▶ [Your goal]
Go through the entries below and print, exactly, the lines starting at the one with "is none. */" and ending at the one with "const [program = 'sh', ...args]", keeping both ends and no others.

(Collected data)
****
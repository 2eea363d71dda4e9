"""What a device would return for a plan, drawn from a state that is known exactly."""

from typing import TYPE_CHECKING, Any

import numpy as np

from fragkit.core import InputError, MismatchError, as_count
from fragkit.estimate._bits import distinct_rows
from fragkit.estimate._counts import Counts
from fragkit.planning import Plan

if TYPE_CHECKING:
    from fragkit.states import ReferenceState


def simulate(
    plan: Plan,
    state: "ReferenceState",
    *,
    shots: Any = None,
    flips: Any = None,
    rng: np.random.Generator | int | None = None,
    batch: str | None = None,
) -> Counts:
    """Counts that an ideal device would return for a plan, with readout flips if asked for.

    Parameters
    ----------
    plan
        What to run.
    state
        The prepared state, in the orbitals of the plan's Hamiltonian; `noise` of the state is included.
    shots
        Shots of each circuit (circuits,), or one number for all; the plan's own when left out.
    flips
        Pair (P(1 read | 0), P(0 read | 1)) of probabilities, each one number or (2n,) numbers in blocked order;
        every bit flips independently of the others.
    rng
        Seed or generator.
    batch
        Name of the run.

    Returns
    -------
    Counts

    Examples
    --------
    >>> import fragkit
    >>> ham = fragkit.hubbard(2, repulsion=4.0, electrons=(1, 1))
    >>> state = fragkit.reference_state(ham, "fci")
    >>> plan = fragkit.plan(ham, state, fragments=fragkit.fragment(ham), total_shots=1000)
    >>> fragkit.simulate(plan, state, rng=7).total_shots
    1000
    """
    if state.orbitals != plan.orbitals or tuple(state.electrons) != plan.electrons:
        raise MismatchError(
            f"`state` must have the plan's {plan.orbitals} orbitals and {plan.electrons} electrons "
            f"(got {state.orbitals} and {tuple(state.electrons)})"
        )
    generator = np.random.default_rng(rng)
    found = {}
    for index, (fragment, number) in enumerate(zip(plan.fragments, shots_of(plan, shots), strict=True)):
        bits = state.sample(fragment.rotation, number, generator)
        if flips is not None:
            to_one, to_zero = flip_probabilities(flips, plan.orbitals)
            bits = bits ^ (generator.random(bits.shape) < np.where(bits, to_zero, to_one)).astype(np.uint8)
        found[index] = distinct_rows(bits)
    return Counts.of_rows(plan, found, batch)


def shots_of(plan: Plan, shots: Any) -> list[int]:
    """One number of shots for each circuit, from one number, a sequence, or None for the plan's own."""
    if shots is None:
        return [int(number) for number in plan.shots]
    if np.ndim(shots) == 0:
        return [as_count(shots, "shots")] * len(plan)
    numbers = [as_count(number, "shots") for number in shots]
    if len(numbers) != len(plan):
        raise InputError(f"`shots` must be one number or {len(plan)} numbers (got {len(numbers)})")
    return numbers


def flip_probabilities(flips: Any, orbitals: int) -> tuple[np.ndarray, np.ndarray]:
    """Both probabilities for each of the 2n qubits, from a pair of numbers or arrays."""
    if not isinstance(flips, tuple | list) or len(flips) != 2:
        raise InputError(f"`flips` must be a pair (P(1 read | 0), P(0 read | 1)) (got {flips!r})")
    pair = []
    for value in flips:
        array = np.asarray(value, dtype=np.float64)
        if array.shape not in ((), (2 * orbitals,)) or not np.all((array >= 0) & (array <= 1)):
            raise InputError(f"`flips` must hold probabilities, one or {2 * orbitals} of each kind (got {value!r})")
        pair.append(np.broadcast_to(array, (2 * orbitals,)))
    return pair[0], pair[1]
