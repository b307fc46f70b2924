import { spawnSync } from 'node:child_process';
import { existsSync } from 'node:fs';

const known = ['/usr/bin/chromium', '/usr/bin/chromium-browser', '/usr/bin/google-chrome'];

/** The browser that the journeys drive; installed from the distribution's packages when there is none. */
export function ensureChromium(): string {
  const found = process.env.CHROMIUM_PATH ?? known.find((file) => existsSync(file));
  if (found) return found;
  process.stderr.write('installing Chromium from the distribution’s packages\n');
  const asRoot = process.getuid?.() === 0 ? [] : ['sudo', '-n'];
  const install = 'apt-get install -y -qq --no-install-recommends chromium';
  const script = `export DEBIAN_FRONTEND=noninteractive; ${install} || { apt-get update -qq && ${install}; }`;
  const [program = 'sh', ...args] = [...asRoot, 'sh', '-c', script];
  const done = spawnSync(program, args, { stdio: ['ignore', 2, 2] });
  if (done.status !== 0 || !existsSync('/usr/bin/chromium')) {
    throw new Error('Chromium could not be installed: run  apt-get install chromium  or set CHROMIUM_PATH');
  }
  return '/usr/bin/chromium';
}
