import { expect, it } from 'vitest';
import { treeOf } from './audit.ts';
import { audit } from './check-document-paths.ts';

it('finds a path that is no more, and knows folders, names to choose and alternatives', () => {
  const found = audit.find(
    treeOf({
      'DEVELOPERS.md':
        '`scripts/run.mjs` `scripts/gone.ts` `apps/api/src/features/NAME/NAME-routes.ts` `packages/{solver,db}/src` `docs/decisions/` `npm test`',
      'scripts/run.mjs': '',
      'apps/api/src/features/jobs/jobs-routes.ts': '',
      'packages/db/src/a.ts': '',
      'docs/decisions/0001-a.md': '',
    }),
  );
  expect(found).toEqual(['DEVELOPERS.md: `scripts/gone.ts` does not exist']);
});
****
▶ [Solution for this problem]
/** The browser that the journeys drive; installed from the distribution's packages when there is none. */
export function ensureChromium(): string {
  const found = process.env.CHROMIUM_PATH ?? known.find((file) => existsSync(file));
  if (found) return found;
  process.stderr.write('installing Chromium from the distribution’s packages\n');
  const asRoot = process.getuid?.() === 0 ? [] : ['sudo', '-n'];
  const install = 'apt-get install -y -qq --no-install-recommends chromium';
  const script = `export DEBIAN_FRONTEND=noninteractive; ${install} || { apt-get update -qq && ${install}; }`;
  const [program = 'sh', ...args] = [...asRoot, 'sh', '-c', script];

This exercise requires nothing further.